If switches cannot automatically change to the cloud-based management mode and dynamically obtain the cloud management platform's address information using the preceding two methods, manually configure the cloud management platform's address information on switches using commands. Medium priority
Through the web system For details about device management mode switching, see Device Working Mode in the S2720, S5700, and S6720 V200R013C00 Web System Guide.
For details about how to obtain the cloud management platform's address information, see Controller Mgmt (Cloud Management Mode) in the S2720, S5700, and S6720 V200R013C00 Web System Guide.
If switches cannot automatically change to the cloud-based management mode and dynamically obtain the cloud management platform's address information using the preceding two methods, manually configure the cloud management platform's address information on switches through the web system. Medium priority
After switches work in cloud-based management mode,
- The switches support only some commands supported in traditional management mode. These commands are mainly used for fault location, including commands used to configure the mirroring function and packet header obtaining function. For details about these commands, see "Commands Supported in Cloud-based Management Mode" in the Licensing Requirements and Limitations for Cloud-based Management - Feature Limitations.
- The management interface of a switch will generate an IP address 192.168.1.253/24 so that you can log in to the switch through the web system, Telnet, or FTP. To log in to a switch through the web system, hold down the MODE button for 6s or longer. For details, see First Login to a Switch in the S2720, S5700, and S6720 V200R013C00 Configuration Guide - Basic Configuration.
- Switches register with the cloud management platform for
authentication and establish NETCONF transmission channels.
NETCONF transmission channels are established over the Secure Shell (SSH) protocol to ensure data transmission security.

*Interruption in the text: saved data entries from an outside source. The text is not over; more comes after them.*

/// S from Z for real reference impedances: `S = F(Z − G)(Z + G)⁻¹F⁻¹`, `F = diag(1/(2√z0))`,
/// `G = diag(z0)` (Kurokawa's power waves).
pub fn s_from_z(z: &[Complex64], z0: &[f64]) -> Option<Vec<Complex64>> {
    let n = z0.len();
    let zm = to_mat(n, z);
    let plus = Mat::<c64>::from_fn(n, n, |i, j| {
        zm[(i, j)]
            + if i == j {
                c64::new(z0[i], 0.0)
            } else {
                c64::new(0.0, 0.0)
            }
    });
    let minus = Mat::<c64>::from_fn(n, n, |i, j| {
        zm[(i, j)]
            - if i == j {
                c64::new(z0[i], 0.0)
            } else {
                c64::new(0.0, 0.0)
            }
    });
    // X = (Z − G)(Z + G)⁻¹  ⇔  (Z + G)ᵀ Xᵀ = (Z − G)ᵀ.
    let xt = plus
        .transpose()
        .to_owned()
        .partial_piv_lu()
        .solve(minus.transpose().to_owned());
    let sq: Vec<f64> = z0.iter().map(|z| z.sqrt()).collect();
    let mut out = Vec::with_capacity(n * n);
    for i in 0..n {
        for j in 0..n {
            let x = xt[(j, i)];
            out.push(Complex64::new(x.re, x.im) * sq[j] / sq[i]);
        }
    }
    finite(&out).then_some(out)
}

/// Y = Z⁻¹; None where Z is singular.
pub fn y_from_z(z: &[Complex64]) -> Option<Vec<Complex64>> {
    let n = (z.len() as f64).sqrt() as usize;
    let eye = Mat::<c64>::from_fn(n, n, |i, j| c64::new(if i == j { 1.0 } else { 0.0 }, 0.0));
    let y = from_mat(&to_mat(n, z).partial_piv_lu().solve(&eye));
    finite(&y).then_some(y)
}

/// ABCD of a two-port from its Z: A = Z11/Z21, B = det Z/Z21, C = 1/Z21, D = Z22/Z21.
pub fn abcd_from_z(z: &[Complex64]) -> Option<[Complex64; 4]> {
    if z.len() != 4 || z[2].norm() == 0.0 {
        return None;
    }
    let det = z[0] * z[3] - z[1] * z[2];
    let out = [z[0] / z[2], det / z[2], z[2].inv(), z[3] / z[2]];
    finite(&out).then_some(out)
}

/// One port's reflection figures from Γ.
#[derive(Clone, Copy, Debug, PartialEq, Serialize)]
pub struct Reflection {
    /// |Γ|.
    pub gamma: f64,
    /// Return loss, −20·log10|Γ| (positive dB; infinite for a perfect match).
    pub return_loss_db: f64,
    /// VSWR, (1 + |Γ|)/(1 − |Γ|) (infinite for |Γ| = 1).
    pub vswr: f64,
    /// Mismatch loss, −10·log10(1 − |Γ|²) (dB).
    pub mismatch_loss_db: f64,
}

/// The reflection figures of Γ.
pub fn reflection(gamma: Complex64) -> Reflection {
    let g = gamma.norm();
    Reflection {
        gamma: g,
        return_loss_db: -20.0 * g.log10(),
        vswr: if g >= 1.0 {
            f64::INFINITY
        } else {
            (1.0 + g) / (1.0 - g)
        },
        mismatch_loss_db: if g >= 1.0 {
            f64::INFINITY
        } else {
            -10.0 * (1.0 - g * g).log10()
        },
    }
}

/// The largest |S_ij − S_ji| (0 for a reciprocal network).
pub fn reciprocity_error(s: &[Complex64]) -> f64 {
    let n = (s.len() as f64).sqrt() as usize;
    let mut worst = 0.0f64;
    for i in 0..n {
        for j in 0..i {
            worst = worst.max((s[i * n + j] - s[j * n + i]).norm());
        }
    }
    worst
}

/// The largest singular value of S (≤ 1 for a passive network).
pub fn largest_singular_value(s: &[Complex64]) -> f64 {
    let n = (s.len() as f64).sqrt() as usize;
    let m = to_mat(n, s);
    m.singular_values()
        .ok()
        .and_then(|v| v.first().copied())
        .unwrap_or(f64::NAN)
}

/// The figures a report shows of an N-port over a sweep: each port's worst match, the
/// largest reciprocity error and the largest singular value of S (one computation for the
/// `ports` command and the review page).
#[derive(Clone, Debug, PartialEq)]
pub struct Summary {
    /// Per port (in port order): the frequency of its lowest return loss and its
    /// reflection figures there; None for an empty sweep.
    pub worst_match: Vec<Option<(f64, Reflection)>>,
    /// The largest |S_ij − S_ji| over the sweep.
    pub reciprocity_error: f64,
    /// The largest singular value of S over the sweep.
    pub largest_singular_value: f64,
}

impl Summary {
    /// The summary of an `n`-port's sweep.
    pub fn of(points: &[SPoint], n: usize) -> Summary {
        let worst_match = (0..n)
            .map(|i| {
                points
                    .iter()
                    .filter_map(|q| q.s.get(i * n + i).map(|&g| (q.freq, reflection(g))))
                    .min_by(|a, b| a.1.return_loss_db.total_cmp(&b.1.return_loss_db))
            })
            .collect();
        Summary {
            worst_match,
            reciprocity_error: points
                .iter()
                .map(|q| reciprocity_error(&q.s))
                .fold(0.0, f64::max),
            largest_singular_value: points
                .iter()
                .map(|q| largest_singular_value(&q.s))
                .fold(0.0, f64::max),
        }
    }

    /// Reciprocal to rounding (largest |S_ij − S_ji| below 1e-9; common practice for a
    /// numerical check).
    pub fn reciprocal(&self) -> bool {
        self.reciprocity_error < 1e-9
    }

    /// Passive to rounding (largest singular value of S at most 1 + 1e-9).
    pub fn passive(&self) -> bool {
        self.largest_singular_value <= 1.0 + 1e-9
    }
}

/// ABCD of a two-port from its S with one real reference impedance `z0` on both ports
/// (the usual conversion; it exists wherever S21 ≠ 0, also for a bare series element):
/// A = ((1+S11)(1−S22) + S12S21)/(2S21), B = z0((1+S11)(1+S22) − S12S21)/(2S21),
/// C = ((1−S11)(1−S22) − S12S21)/(2z0·S21), D = ((1−S11)(1+S22) + S12S21)/(2S21).
pub fn abcd_from_s(s: &[Complex64], z0: f64) -> Option<[Complex64; 4]> {
    if s.len() != 4 || s[2].norm() == 0.0 {
        return None;
    }
    let (s11, s12, s21, s22) = (s[0], s[1], s[2], s[3]);
    let one = Complex64::new(1.0, 0.0);
    let d = 2.0 * s21;
    let out = [
        ((one + s11) * (one - s22) + s12 * s21) / d,
        z0 * ((one + s11) * (one + s22) - s12 * s21) / d,
        ((one - s11) * (one - s22) - s12 * s21) / (d * z0),
        ((one - s11) * (one + s22) + s12 * s21) / d,
    ];
    finite(&out).then_some(out)
}

/// Insertion loss (dB) of a two-port between a source resistance `zs` and a load `zl`: the
/// load voltage without the two-port (source straight into load) over the load voltage with
/// it, `20·log10|(A·zl + B + C·zs·zl + D·zs)/(zs + zl)|`.
pub fn insertion_loss_db(abcd: &[Complex64; 4], zs: f64, zl: f64) -> f64 {
    let [a, b, c, d] = *abcd;
    let with = a * zl + b + c * zs * zl + d * zs;
    20.0 * (with.norm() / (zs + zl)).log10()
}

/// Group delay (s) of one S-parameter from its value and its exact derivative with respect to
/// ω at one frequency: τ = −d(arg S)/dω = −Im((dS/dω)/S); NaN where S is zero.
pub fn group_delay(s: Complex64, ds_domega: Complex64) -> f64 {
    if s.norm() == 0.0 {
        return f64::NAN;
    }
    -(ds_domega / s).im
}

/// The terminations an EMI filter's insertion loss is judged between: 50 Ω/50 Ω and the
/// asymmetric 0.1 Ω/100 Ω and 100 Ω/0.1 Ω (source/load), as in the published insertion-loss
/// method for suppression filters (CISPR 17; from memory).
pub const EMI_TERMINATIONS: [(f64, f64); 3] = [(50.0, 50.0), (0.1, 100.0), (100.0, 0.1)];

impl NPort {
    /// Where port `port`'s return loss crosses `level_db` between `lo` and `hi` (Hz), the
    /// return loss being on opposite sides of the level there: bisection in log frequency on
    /// the live network to a relative 1e-12 (the return loss of a passive port need not be
    /// smooth enough for Newton steps near a perfect match).
    pub fn return_loss_crossing<'a>(
        &self,
        ev: &Evaluator<'a>,
        ws: &mut Workspace<'a>,
        port: usize,
        level_db: f64,
        lo: f64,
        hi: f64,
    ) -> Result<f64, AnalysisError> {
        let n = self.ports.len();
        let mut g = |f: f64| -> Result<f64, AnalysisError> {
            let p = self.at(ev, ws, f)?;
            Ok(reflection(p.s[port * n + port]).return_loss_db - level_db)
        };
        let (mut a, mut b) = (lo.ln(), hi.ln());
        let ga = g(lo)?;
        for _ in 0..64 {
            if (b - a).abs() <= 1e-12 {
                break;
            }
            let m = 0.5 * (a + b);
            let gm = g(m.exp())?;
            if (gm >= 0.0) == (ga >= 0.0) {
                a = m;
            } else {
                b = m;
            }
        }
        Ok((0.5 * (a + b)).exp())
    }
}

Therefore, the registration authentication process of switches is SSH-based certificate authentication. Before the authentication, the cloud management platform needs to import the ESN, device type, and CA certificate of each switch. Each switch has a local certificate and CA certificate configured before delivery.

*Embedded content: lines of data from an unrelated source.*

@sheet_function
def ISOTHERMAL_COMPRESSIBILITY(substance, temperature, pressure, phase=None, t_unit=None, p_unit=None,
                               result_unit=None):
    """Isothermal compressibility -(1/V)(dV/dp) at constant temperature.

    Arguments:
    substance: name of the substance, e.g. "water"
    temperature: temperature
    pressure: absolute pressure
    phase: a phase word or blank for the stable phase
    t_unit: unit of temperature, default K
    p_unit: unit of pressure, default Pa
    result_unit: unit of the result, default 1/Pa (also 1/bar, 1/MPa)

    >>> round(ISOTHERMAL_COMPRESSIBILITY("water", 25, 1, "", "degC", "bar", "1/MPa"), 6)
    0.000452
    """
    return _phase_property("compressibility", units.COMPRESSIBILITY, "result_unit", substance, temperature,
                           pressure, phase, t_unit, p_unit, result_unit)


@sheet_function
def CHEM_POTENTIAL(substance, temperature, pressure, phase, t_unit=None, p_unit=None, mu_unit=None):
    """Chemical potential (molar Gibbs energy) of a phase on the substance's reference state.

    For water the reference is IAPWS-95's: internal energy and entropy of the
    saturated liquid at the triple point are zero.

    Arguments:
    substance: name of the substance, e.g. "water"
    temperature: temperature
    pressure: absolute pressure
    phase: the phase ("liquid", "vapor", "ice Ih", ...)
    t_unit: unit of temperature, default K
    p_unit: unit of pressure, default Pa
    mu_unit: unit of the result, default J/mol (also kJ/mol, J/kg, kJ/kg)

    >>> round(CHEM_POTENTIAL("water", 273.16, 611.657, "liquid"), 3)
    0.011
    """
    if phase is None or (isinstance(phase, str) and not phase.strip()):
        return CellError(VALUE, "phase is blank: CHEM_POTENTIAL needs the phase")
    return _phase_property("chem_potential", units.MOLAR_ENERGY, "mu_unit", substance, temperature, pressure, phase,
                           t_unit, p_unit, mu_unit)


@sheet_function
def EXPANSION_RATIO(substance, t_from, p_from, t_to, p_to, phase_from=None, phase_to=None, t_unit=None, p_unit=None):
    """Volume ratio V_to / V_from (molar basis) between two states, e.g. liquid to room-condition gas.

    Arguments:
    substance: name of the substance, e.g. "water"
    t_from: temperature of the starting state
    p_from: pressure of the starting state
    t_to: temperature of the final state
    p_to: pressure of the final state
    phase_from: phase of the starting state, blank for the stable phase
    phase_to: phase of the final state, blank for the stable phase
    t_unit: unit of both temperatures, default K
    p_unit: unit of both pressures, default Pa

    >>> round(EXPANSION_RATIO("water", 20, 1, 90, 1, "", "", "degC", "atm"), 4)
    1.0341
    """
    sub = cells.substance(substance)
    t1, p1, ph1 = _phase_state(sub, t_from, p_from, phase_from, t_unit, p_unit, ("t_from", "p_from", "phase_from"))
    t2, p2, ph2 = _phase_state(sub, t_to, p_to, phase_to, t_unit, p_unit, ("t_to", "p_to", "phase_to"))
    args = (t1, p1, t2, p2, ph1, ph2)
    cells.shape_of(*args)
    return cells.result_cells(sub.expansion_ratio(t1.si, p1.si, t2.si, p2.si, ph1.si, ph2.si), args)


def _boundary(value: Any) -> str:
    return model_call(boundary_code, cells.text(value, "boundary", ""))


@sheet_function
def PHASE_CHANGE_RATIO(substance, boundary, pressure, p_unit=None):
    """Volume ratio across a line at a pressure: "melt" V_liquid/V_solid, "boil" V_vapor/V_liquid, "sublime" V_vapor/V_solid.

    Arguments:
    substance: name of the substance, e.g. "water"
    boundary: "boil", "melt" or "sublime"
    pressure: absolute pressure on the line
    p_unit: unit of pressure, default Pa

    >>> round(PHASE_CHANGE_RATIO("water", "melt", 1, "atm"), 4)
    0.9169
    """
    sub = cells.substance(substance)
    kind = _boundary(boundary)
    p = _pressure(sub, pressure, p_unit)
    return cells.result_cells(sub.phase_change_ratio(kind, p.si), (p,))


@sheet_function
def LATENT_HEAT(substance, boundary, temperature, t_unit=None, h_unit=None):
    """Enthalpy of melting, boiling or sublimation at a temperature on that line.

    Arguments:
    substance: name of the substance, e.g. "water"
    boundary: "boil", "melt" or "sublime"
    temperature: temperature on the line
    t_unit: unit of temperature, default K
    h_unit: unit of the result, default J/mol (also kJ/mol, J/kg, kJ/kg)

    >>> round(LATENT_HEAT("water", "boil", 100, "degC", "kJ/kg"), 1)
    2256.5
    """
    sub = cells.substance(substance)
    kind = _boundary(boundary)
    t = _temperature(sub, temperature, t_unit)
    return _out(sub, sub.latent_heat(kind, t.si), (t,), h_unit, "h_unit", units.MOLAR_ENERGY)


@sheet_function
def FLASH_FRACTION(substance, t_from, p_from, p_to, t_unit=None, p_unit=None):
    """Vapour mass fraction after liquid at (t_from, p_from) is let down adiabatically to saturation at p_to.

    0 when nothing flashes (the liquid stays below its boiling point at p_to); the rest is liquid, or
    solid below the triple-point pressure (liquid CO2 let down to 1 atm: the rest is snow). A p_to above
    p_from is #VALUE!.

    Arguments:
    substance: name of the substance, e.g. "water"
    t_from: temperature of the liquid before the let-down
    p_from: pressure of the liquid before the let-down
    p_to: pressure after the let-down
    t_unit: unit of temperature, default K
    p_unit: unit of both pressures, default Pa

    >>> round(FLASH_FRACTION("water", 170, 10, 1, "degC", "bar"), 4)
    0.1337
    """
    sub = cells.substance(substance)
    t1 = _temperature(sub, t_from, t_unit, "t_from")
    p1, p2 = _pressure(sub, p_from, p_unit, "p_from"), _pressure(sub, p_to, p_unit, "p_to")
    cells.shape_of(t1, p1, p2)
    return cells.result_cells(sub.flash_fraction(t1.si, p1.si, p2.si), (t1, p1, p2))


def _margin(sign: float, substance, temperature, pressure, t_unit, p_unit) -> Any:
    sub, t, p = _state(substance, temperature, pressure, t_unit, p_unit)
    cells.shape_of(t, p)
    step = cells.unit(t_unit, "t_unit", units.TEMPERATURE_DIFFERENCE)  # a difference: no offset
    return cells.result_cells(sub.saturation_margin(t.si, p.si, sign), (t, p), step.from_si, "TEMP")


@sheet_function
def SUBCOOLING(substance, temperature, pressure, t_unit=None, p_unit=None):
    """Subcooling Tsat(p) - T, as a temperature difference in t_unit (negative when superheated).

    Arguments:
    substance: name of the substance, e.g. "water"
    temperature: temperature
    pressure: absolute pressure
    t_unit: unit of temperature (and of the difference), default K
    p_unit: unit of pressure, default Pa

    >>> round(SUBCOOLING("water", 90, 1, "degC", "atm"), 3)
    9.974
    """
    return _margin(1.0, substance, temperature, pressure, t_unit, p_unit)


@sheet_function
def SUPERHEAT(substance, temperature, pressure, t_unit=None, p_unit=None):
    """Superheat T - Tsat(p), as a temperature difference in t_unit (negative when subcooled).

    Arguments:
    substance: name of the substance, e.g. "water"
    temperature: temperature
    pressure: absolute pressure
    t_unit: unit of temperature (and of the difference), default K
    p_unit: unit of pressure, default Pa

    >>> round(SUPERHEAT("water", 250, 10, "degC", "barg"), 2)
    65.88
    """
    return _margin(-1.0, substance, temperature, pressure, t_unit, p_unit)


def _fixed_point(point, substance, which, unit_text) -> Any:
    sub = cells.substance(substance)
    key = (cells.text(which, "which", "") or "").upper()
    if key not in ("T", "P"):
        raise CallError(VALUE, f"which must be \"T\" or \"P\"; got '{which}'")
    fixed = getattr(sub, point)
    if not np.isfinite(fixed.temperature):
        return CellError(NA, f"{sub.name} has no {point} point in its data")
    if key == "T":
        return float(cells.unit(unit_text, "unit", _T).from_si(fixed.temperature))
    return float(cells.unit(unit_text, "unit", _P).from_si(fixed.pressure))


@sheet_function
def TRIPLE_POINT(substance, which, unit=None):
    """Triple-point temperature ("T") or pressure ("P") of the substance (solid, liquid and vapour).

    Arguments:
    substance: name of the substance, e.g. "water"
    which: "T" or "P"
    unit: unit of the result, default K or Pa

    >>> TRIPLE_POINT("water", "P")
    611.657
    """
    return _fixed_point("triple", substance, which, unit)


@sheet_function
def CRITICAL_POINT(substance, which, unit=None):
    """Critical temperature ("T") or pressure ("P") of the substance.

    Arguments:
    substance: name of the substance, e.g. "water"
    which: "T" or "P"
    unit: unit of the result, default K or Pa

    >>> CRITICAL_POINT("water", "P", "MPa")
    22.064
    """
    return _fixed_point("critical", substance, which, unit)


@sheet_function
def PHASE_LINE(substance, boundary, t_start, t_end, points, t_unit=None, p_unit=None, solid=None):
    """A points x 2 spill of (T, p) along "boil", "melt" or "sublime", T evenly spaced, both ends included.

    A row outside the line's range holds its error in the p cell. The melting branch
    is MELT_PRESSURE's: the lowest, or the named solid's.

    Arguments:
    substance: name of the substance, e.g. "water"
    boundary: "boil", "melt" or "sublime"
    t_start: first temperature
    t_end: last temperature
    points: number of rows, 2 to 10000
    t_unit: unit of temperature, default K
    p_unit: unit of pressure, default Pa
    solid: for the melting line, the solid's branch (water: "ice III", ...)

    >>> PHASE_LINE("water", "boil", 100, 200, 2, "degC", "bar").round(4).tolist()
    [[100.0, 1.0142], [200.0, 15.5467]]
    """
    sub = cells.substance(substance)
    kind = _boundary(boundary)
    count = cells.integer_count(points, "points", 2, 10000)
    conversion = cells.unit(t_unit, "t_unit", _T)
    ends = [cells.number(v, name, conversion, absolute="temperature") for v, name in ((t_start, "t_start"), (t_end, "t_end"))]
    for end in ends:
        if end.si.size != 1:  # a one-cell range is a single number
            raise CallError(VALUE, "t_start and t_end must be single numbers")
        if end.errors is not None:
            raise CallError(end.errors.flat[0].code, end.errors.flat[0].reason)
    t_display = np.linspace(conversion.from_si(ends[0].si.item()), conversion.from_si(ends[1].si.item()), count)
    t = Arg(conversion.to_si(t_display), None)
    pressures = _out(sub, _line(sub, kind, "P", t, _solid(sub, solid)), (t,), p_unit, "p_unit", _P, "PRESSURE")
    table = np.empty((count, 2), dtype=object if pressures.dtype == object else float)
    table[:, 0] = t_display
    table[:, 1] = pressures
    return table


@sheet_function
def SUBSTANCES():
    """The names of the substances the pack knows, as a column.

    >>> "water" in SUBSTANCES().ravel()
    True
    """
    return np.array(names(), dtype=object).reshape(-1, 1)


@sheet_function
def SUBSTANCE_INFO(substance, field=None):
    """A field of the substance's definition: data, the model behind a quantity, its range and source.

    With no field, spills the definition as rows of (field, value, unit, source); for
    substances other than water those rows, pasted into a sheet, serve as a user-defined
    substance argument. Any field with "_source" appended gives that field's source.

    Arguments:
    substance: name of the substance, e.g. "water"
    field: e.g. "molar_mass", "critical_density", "boil_model", "melt_range", "liquid_model", "molar_mass_source"

    >>> SUBSTANCE_INFO("water", "critical_density")
    322.0
    >>> SUBSTANCE_INFO("water", "boil_model")
    'IAPWS-IF97 region 4 saturation equation'
    """
    sub = cells.substance(substance)
    key = cells.text(field, "field")
    if key is None:
        return np.array([list(row) for row in sub.definition_rows()], dtype=object)
    info = sub.info()
    folded = {k.lower(): k for k in info}  # a line's coefficients keep their case ("boil.Tc", "boil.T_min")
    name = key.lower().replace(" ", "_")
    if name in folded:
        return info[folded[name]].value
    if name.endswith("_source") and name[: -len("_source")] in folded:
        return info[folded[name[: -len("_source")]]].source or CellError(NA, f"no source recorded for '{key[:-7]}'")
    return CellError(NA, f"unknown field '{key}' for {sub.name}; SUBSTANCE_INFO(\"{sub.name}\") lists the fields")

To perform operations on the local certificate of a switch, for example, update the local certificate, you need to run commands or log in to the web system. For details about command settings, see PKI Configuration in the S2720, S5700, and S6720 V200R013C00 Configuration Guide - Security Configuration. For details about web settings, see Certificate Mgmt (Cloud Management Mode) in the S2720, S5700, and S6720 V200R013C00 Web System Guide.
- The cloud management platform manages switches.
For details about how the cloud management platform manages switches, see the documentation of the Huawei Cloud Managed Solution.